Validation strategies involve taking a designed peptide with a certain amino-acid sequence and altering the sequence to create all sorts of alternative conformations to identify those that result in the desired fold.
Such approaches to conformational sampling, in which countless molecular arrangements are explored, are similarly parallelizable, enabling the researchers to carry out the conformation analyses across thousands of nodes on the ALCF’s Theta supercomputer. These brute-force calculations lay the foundation for data repositories that the team will use to train machine-learning models.
“Part of the challenge of machine learning is figuring out how to use it well,” Mulligan said. “Because a machine-learning model is going to make mistakes regardless of how it’s programmed, I tried to train this one to generate more false positives than false negatives—to identify more things as peptides that fold than it should. It’s easier to sift through extra hay, if you will, further down the line in our search for a needle.”

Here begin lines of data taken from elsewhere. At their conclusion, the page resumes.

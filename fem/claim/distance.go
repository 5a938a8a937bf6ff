package claim

// EditDistance is the Levenshtein distance between a and b in bytes (names
// longer than 64 bytes count as far from everything). It chooses the
// nearest known name for a hint ("did you mean"); nothing is decided by it.
func EditDistance(a, b string) int {
	if len(a) > 64 || len(b) > 64 {
		return 1 << 30
	}
	prev := make([]int, len(b)+1)
	cur := make([]int, len(b)+1)
	for j := range prev {
		prev[j] = j
	}
	for i := 1; i <= len(a); i++ {
		cur[0] = i
		for j := 1; j <= len(b); j++ {
			c := prev[j-1]
			if a[i-1] != b[j-1] {
				c++
			}
			cur[j] = min(c, prev[j]+1, cur[j-1]+1)
		}
		prev, cur = cur, prev
	}
	return prev[len(b)]
}
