import { json } from '@sveltejs/kit';
import { frameMappingSchema } from '$lib/schemas/station';
import { requireRole } from '$lib/server/access';
import { answer, readJson } from '$lib/server/http';
import { getFrameMapping, setFrameMapping } from '$lib/server/stations';
import type { RequestHandler } from './$types';

export const GET: RequestHandler = (event) =>
	answer(async () => {
		const { org } = requireRole(event);
		return json(await getFrameMapping(org.id, event.params.viewId));
	});

export const PUT: RequestHandler = (event) =>
	answer(async () => {
		const access = requireRole(event, 'engineer');
		const input = await readJson(event.request, frameMappingSchema);
		return json(await setFrameMapping(access, event.params.viewId, input));
	});
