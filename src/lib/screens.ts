import type { Role } from './roles';

/** Stipple's screens, who sees each in the navigation, and what each is for. */
export interface Screen {
	path: string;
	label: string;
	blurb: string;
	roles: readonly Role[];
}

export const SCREENS: readonly Screen[] = [
	{
		path: '/bench',
		label: 'Bench',
		blurb: 'Pin every defect where it is on the part, unit by unit.',
		roles: ['inspector', 'engineer', 'admin']
	},
	{
		path: '/trends',
		label: 'Trends',
		blurb: 'Defects per unit against control limits, sample by sample.',
		roles: ['engineer', 'admin', 'toolmaker', 'viewer']
	},
	{
		path: '/hotspots',
		label: 'Hot spots',
		blurb: 'Where on the part the defects cluster.',
		roles: ['engineer', 'toolmaker', 'admin', 'viewer']
	},
	{
		path: '/repairs',
		label: 'Repairs',
		blurb: 'Tool repairs with their evidence, and whether they worked.',
		roles: ['toolmaker', 'engineer', 'admin', 'viewer']
	},
	{
		path: '/reports',
		label: 'Reports',
		blurb: 'One part over a period, on one page to print or send as a PDF.',
		roles: ['engineer', 'admin', 'toolmaker', 'viewer']
	},
	{
		path: '/signals',
		label: 'Signals',
		blurb: 'Out-of-control points waiting for a cause and an action.',
		roles: ['engineer', 'admin']
	},
	{
		path: '/setup',
		label: 'Setup',
		blurb: 'Parts, drawings, defect catalogue, tools, zones and sampling.',
		roles: ['engineer', 'admin', 'inspector', 'toolmaker', 'viewer']
	},
	{
		path: '/team',
		label: 'Team',
		blurb: 'Members, roles and invitations.',
		roles: ['admin']
	}
];

export function screensFor(role: Role | null): Screen[] {
	return role ? SCREENS.filter((s) => s.roles.includes(role)) : [];
}

export function screenAllowed(path: string, role: Role): boolean {
	const screen = SCREENS.find((s) => path === s.path || path.startsWith(`${s.path}/`));
	return !screen || screen.roles.includes(role);
}
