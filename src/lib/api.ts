/**
 * The one typed fetch wrapper the interactive screens use for /api/v1. Errors come back in the
 * API's shape and are thrown as ApiError, so a screen shows the server's own words.
 */
export interface Issue {
	path: string;
	message: string;
}

export class ApiError extends Error {
	constructor(
		readonly status: number,
		readonly code: string,
		message: string,
		readonly issues: Issue[] = []
	) {
		super(message);
	}
}

async function parse<T>(res: Response): Promise<T> {
	if (res.status === 204) return undefined as T;
	const body: unknown = await res.json().catch(() => null);
	if (!res.ok) {
		const e = (body as { error?: { code?: string; message?: string; issues?: Issue[] } } | null)?.error;
		throw new ApiError(res.status, e?.code ?? 'error', e?.message ?? `The server answered ${res.status}.`, e?.issues);
	}
	return body as T;
}

export async function api<T>(
	method: 'GET' | 'POST' | 'PUT' | 'PATCH' | 'DELETE',
	path: string,
	body?: unknown
): Promise<T> {
	let res: Response;
	try {
		res = await fetch(`/api/v1${path}`, {
			method,
			headers: body === undefined ? {} : { 'content-type': 'application/json' },
			body: body === undefined ? undefined : JSON.stringify(body)
		});
	} catch {
		throw new ApiError(0, 'offline', 'No connection to Stipple. Check the network and try again.');
	}
	return parse<T>(res);
}

/** Uploads a file with progress (fetch cannot report upload progress; XMLHttpRequest can). */
export function upload<T>(path: string, file: Blob, onProgress: (share: number) => void): Promise<T> {
	return new Promise((resolve, reject) => {
		const xhr = new XMLHttpRequest();
		xhr.open('POST', `/api/v1${path}`);
		xhr.setRequestHeader('content-type', file.type || 'application/octet-stream');
		xhr.upload.onprogress = (e) => e.lengthComputable && onProgress(e.loaded / e.total);
		xhr.onerror = () => reject(new ApiError(0, 'offline', 'The upload was cut off. Check the network and try again.'));
		xhr.onload = () => {
			const res = new Response(xhr.status === 204 ? null : xhr.responseText, {
				status: xhr.status,
				headers: { 'content-type': xhr.getResponseHeader('content-type') ?? '' }
			});
			parse<T>(res).then(resolve, reject);
		};
		xhr.send(file);
	});
}
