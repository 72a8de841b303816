import { densityQueryOf, densityQuerySchema } from '$lib/schemas/density';
import { requireRole } from '$lib/server/access';
import { densityPng } from '$lib/server/density';
import { answer, validate } from '$lib/server/http';
import type { RequestHandler } from './$types';

// The density map over the drawing, as an image to put in a report.
export const GET: RequestHandler = (event) =>
	answer(async () => {
		const { org } = requireRole(event);
		const query = validate(densityQuerySchema, densityQueryOf(event.url.searchParams));
		const png = await densityPng(org.id, event.params.viewId, query);
		return new Response(new Uint8Array(png), {
			headers: {
				'content-type': 'image/png',
				'content-disposition': 'attachment; filename="density.png"',
				'cache-control': 'private, no-store'
			}
		});
	});
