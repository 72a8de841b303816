/** The five member roles of an organisation, shared by client and server. */
export const ROLES = ['admin', 'engineer', 'inspector', 'toolmaker', 'viewer'] as const;
export type Role = (typeof ROLES)[number];

export const ROLE_LABEL: Record<Role, string> = {
	admin: 'Admin',
	engineer: 'Process engineer',
	inspector: 'Inspector',
	toolmaker: 'Toolmaker',
	viewer: 'Viewer'
};

export const ROLE_HINT: Record<Role, string> = {
	admin: 'Runs the organisation: members, roles, invitations and settings.',
	engineer: 'Sets up parts and sampling, sets control limits, explains signals.',
	inspector: 'Takes samples at the line and pins every defect on the drawing.',
	toolmaker: 'Reviews hot spots of a die or mould and carries out repairs.',
	viewer: 'Reads charts, maps and reports; changes nothing.'
};

export function isRole(value: unknown): value is Role {
	return typeof value === 'string' && (ROLES as readonly string[]).includes(value);
}
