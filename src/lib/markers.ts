/**
 * Marker colours and shapes for defect types. Every type gets a shape as well as a colour, so
 * an inspector who cannot tell two colours apart still tells the types apart. The colours are
 * the eight of the Okabe–Ito palette (Okabe & Ito, "Color Universal Design", 2008), chosen to
 * stay distinct under the common forms of colour blindness; the names are Stipple's.
 */
export const MARKER_COLOURS = {
	graphite: { label: 'Graphite', hex: '#000000' },
	amber: { label: 'Amber', hex: '#E69F00' },
	sky: { label: 'Sky', hex: '#56B4E9' },
	teal: { label: 'Teal', hex: '#009E73' },
	lemon: { label: 'Lemon', hex: '#F0E442' },
	cobalt: { label: 'Cobalt', hex: '#0072B2' },
	rust: { label: 'Rust', hex: '#D55E00' },
	orchid: { label: 'Orchid', hex: '#CC79A7' }
} as const;

export const MARKER_SHAPES = {
	dot: 'Dot',
	square: 'Square',
	triangle: 'Triangle',
	diamond: 'Diamond',
	cross: 'Cross',
	star: 'Star',
	hexagon: 'Hexagon',
	ring: 'Ring'
} as const;

export type MarkerColour = keyof typeof MARKER_COLOURS;
export type MarkerShape = keyof typeof MARKER_SHAPES;

export const COLOUR_KEYS = Object.keys(MARKER_COLOURS) as [MarkerColour, ...MarkerColour[]];
export const SHAPE_KEYS = Object.keys(MARKER_SHAPES) as [MarkerShape, ...MarkerShape[]];

export const SEVERITIES = ['A', 'B', 'C', 'D'] as const;
export type Severity = (typeof SEVERITIES)[number];

export const SEVERITY_LABEL: Record<Severity, string> = {
	A: 'A · very serious',
	B: 'B · serious',
	C: 'C · moderate',
	D: 'D · minor'
};

/**
 * Common demerit weights by class: 100 / 50 / 10 / 1 for A / B / C / D (the Dodge–Torrey scheme as
 * taught in Montgomery, Introduction to Statistical Quality Control, demerits per unit; from memory).
 */
export const DEFAULT_WEIGHTS: Record<Severity, number> = { A: 100, B: 50, C: 10, D: 1 };

/** SVG path of a marker shape in a 24 × 24 box centred on (12, 12). */
export function shapePath(shape: MarkerShape): string {
	switch (shape) {
		case 'dot':
			return 'M12 4a8 8 0 1 0 0.01 0z';
		case 'square':
			return 'M5 5h14v14H5z';
		case 'triangle':
			return 'M12 3l9 16H3z';
		case 'diamond':
			return 'M12 2l10 10-10 10L2 12z';
		case 'cross':
			return 'M9 3h6v6h6v6h-6v6H9v-6H3V9h6z';
		case 'star':
			return 'M12 2l2.9 6.6 7.1.6-5.4 4.7 1.6 7L12 17.3 5.8 20.9l1.6-7L2 9.2l7.1-.6z';
		case 'hexagon':
			return 'M7 3h10l5 9-5 9H7l-5-9z';
		case 'ring':
			return 'M12 3a9 9 0 1 0 0.01 0zM12 8a4 4 0 1 1-0.01 0z';
	}
}
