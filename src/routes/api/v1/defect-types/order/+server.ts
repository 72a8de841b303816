import { json } from '@sveltejs/kit';
import { reorderSchema } from '$lib/schemas/defect';
import { requireRole } from '$lib/server/access';
import { reorderDefectTypes } from '$lib/server/defects';
import { answer, readJson } from '$lib/server/http';
import type { RequestHandler } from './$types';

export const PUT: RequestHandler = (event) =>
	answer(async () => {
		const access = requireRole(event, 'engineer');
		const { ids } = await readJson(event.request, reorderSchema);
		await reorderDefectTypes(access, ids);
		return json({ ids });
	});
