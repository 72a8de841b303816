/**
 * Audit entries in the words the Setup pages use: part numbers and type codes instead of ids,
 * labels instead of stored keys. The trail itself keeps the ids.
 */
import { MARKER_COLOURS, MARKER_SHAPES } from '$lib/markers';

const KEY: Record<string, string> = {
	allParts: 'all parts',
	partIds: 'parts',
	cavityCount: 'cavities',
	// Demerit weights are stored per class under a … d.
	a: 'weight A',
	b: 'weight B',
	c: 'weight C',
	d: 'weight D'
};

export interface Names {
	/** Part id → part number. */
	parts: ReadonlyMap<string, string>;
	/** Defect type id → code, for the palette order. */
	types?: ReadonlyMap<string, string>;
}

function value(key: string, v: unknown, names: Names): string {
	if (key === 'partIds' && Array.isArray(v)) {
		return v.length ? v.map((id) => names.parts.get(String(id)) ?? 'a removed part').join(', ') : 'none';
	}
	if (key === 'colour' && typeof v === 'string' && v in MARKER_COLOURS) {
		return MARKER_COLOURS[v as keyof typeof MARKER_COLOURS].label;
	}
	if (key === 'shape' && typeof v === 'string' && v in MARKER_SHAPES) {
		return MARKER_SHAPES[v as keyof typeof MARKER_SHAPES];
	}
	if (typeof v === 'boolean') return v ? 'yes' : 'no';
	if (v === '') return '(blank)';
	return Array.isArray(v) ? v.join(', ') : String(v);
}

function snapshot(v: unknown, names: Names): unknown {
	if (v === null || v === undefined || typeof v !== 'object') return v;
	// The palette order is a bare list of type ids.
	if (Array.isArray(v)) return { order: v.map((id) => names.types?.get(String(id)) ?? '?').join(' → ') };
	return Object.fromEntries(
		Object.entries(v as Record<string, unknown>)
			.filter(([k, x]) => k !== 'id' && x !== undefined)
			.map(([k, x]) => [KEY[k] ?? k, value(k, x, names)])
	);
}

export function readable<E extends { before: unknown; after: unknown }>(entries: E[], names: Names): E[] {
	return entries.map((e) => ({ ...e, before: snapshot(e.before, names), after: snapshot(e.after, names) }));
}
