/**
 * Triangular distribution on [a, b] with mode c.
 *
 *   F(x) = (x − a)² / ((b − a)(c − a))          for a ≤ x ≤ c
 *        = 1 − (b − x)² / ((b − a)(b − c))      for c < x ≤ b
 *   Q(u) = a + √(u (b − a)(c − a))              for u < F_c = (c − a)/(b − a)
 *        = b − √((1 − u)(b − a)(b − c))         otherwise
 *   E = (a + b + c)/3;   Var = (a² + b² + c² − ab − ac − bc)/18.
 *
 * With `range: "p10-p90"` the given low/high are the 10th/90th percentiles and the bounds are
 * fitted (./fit-p10-p90), the mode held fixed.
 *
 * References: Kotz & van Dorp (2004), "Beyond Beta", World Scientific, ch. 1; Johnson, Kotz &
 * Balakrishnan (1995), "Continuous Univariate Distributions", vol. 2, 2nd ed., ch. 26 §9.
 */

import { type DistLocation, requireBetween, requireFinite, requireGreater } from './checks';
import { fitBoundsToP10P90 } from './fit-p10-p90';
import type { Distribution } from './types';

export interface ThreePointParams {
  low: number;
  mode: number;
  high: number;
  range?: 'min-max' | 'p10-p90';
}

/** Quantile of the triangular on [0, 1] with mode r. */
export function standardTriangularQuantile(r: number, u: number): number {
  return u < r ? Math.sqrt(u * r) : 1 - Math.sqrt((1 - u) * (1 - r));
}

export function checkThreePoint(p: ThreePointParams, at: DistLocation): void {
  requireFinite(at, 'low', p.low);
  requireFinite(at, 'mode', p.mode);
  requireFinite(at, 'high', p.high);
  requireGreater(at, 'high', p.high, 'low', p.low);
  requireBetween(at, 'mode', p.mode, p.low, p.high);
}

export function createTriangular(p: ThreePointParams, at: DistLocation): Distribution {
  checkThreePoint(p, at);
  const c = p.mode;
  let a = p.low;
  let b = p.high;
  if (p.range === 'p10-p90')
    ({ low: a, high: b } = fitBoundsToP10P90(p.low, c, p.high, standardTriangularQuantile));
  const w = b - a;
  const left = (b - a) * (c - a);
  const right = (b - a) * (b - c);
  const fc = (c - a) / w;
  const quantile = (u: number) => (u < fc ? a + Math.sqrt(u * left) : b - Math.sqrt((1 - u) * right));
  const mean = (a + b + c) / 3;
  return {
    kind: 'triangular',
    mean,
    variance: (a * a + b * b + c * c - a * b - a * c - b * c) / 18,
    base: c,
    support: [a, b],
    degenerate: false,
    quantile,
    cdf: (x) =>
      x <= a ? 0 : x >= b ? 1 : x <= c ? ((x - a) * (x - a)) / left : 1 - ((b - x) * (b - x)) / right,
    quantileInto(u, out, n) {
      // Locals, not captured bindings, in the hot loop (V8 re-reads mutable captured ones).
      const lo = a;
      const hi = b;
      const f = fc;
      const l = left;
      const r = right;
      for (let i = 0; i < n; i++) {
        const v = u[i];
        out[i] = v < f ? lo + Math.sqrt(v * l) : hi - Math.sqrt((1 - v) * r);
      }
    },
  };
}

Successful validation of peptide designs using quantum chemistry calculations itself represents a significant advance. Moreover, in the aforementioned NDM-1 example (that concerning the mitigation of antibiotic resistance among bacteria), all the design and validation work was completed using the force-field approximations.
Adapting to Exascale
Ongoing and future work requires substantial revision of the Rosetta software suite for next-generation optimization, including accelerator-based computing systems such as the ALCF’s Polaris and Aurora supercomputers.
“Rosetta started its life in the late 1990s as a protein modeling package written in FORTRAN, and it’s been subsequently rewritten several times,” Mulligan said. “While it’s written in modern C++, it is beginning to show its age; even the latest version was written more than 10 years ago. We’ve continually refactored the code to try to make it more general, try to make it work for nonnatural amino acids, but taking advantage of modern hardware has posed challenges.” While the software parallelizes on central processing units (CPUs) and scales well, graphics processing units (GPUs) are not supported to their full capability.
“Because Polaris is a hybrid CPU-GPU system, as the exascale Aurora system will be, I and others are working on rewriting Rosetta’s core functionality from scratch. By creating a successor to the current software, it’s my hope that we can continue to use these software methods efficiently on new hardware for years to come, and that we can build atop them to permit more challenging molecular design tasks to be tackled.”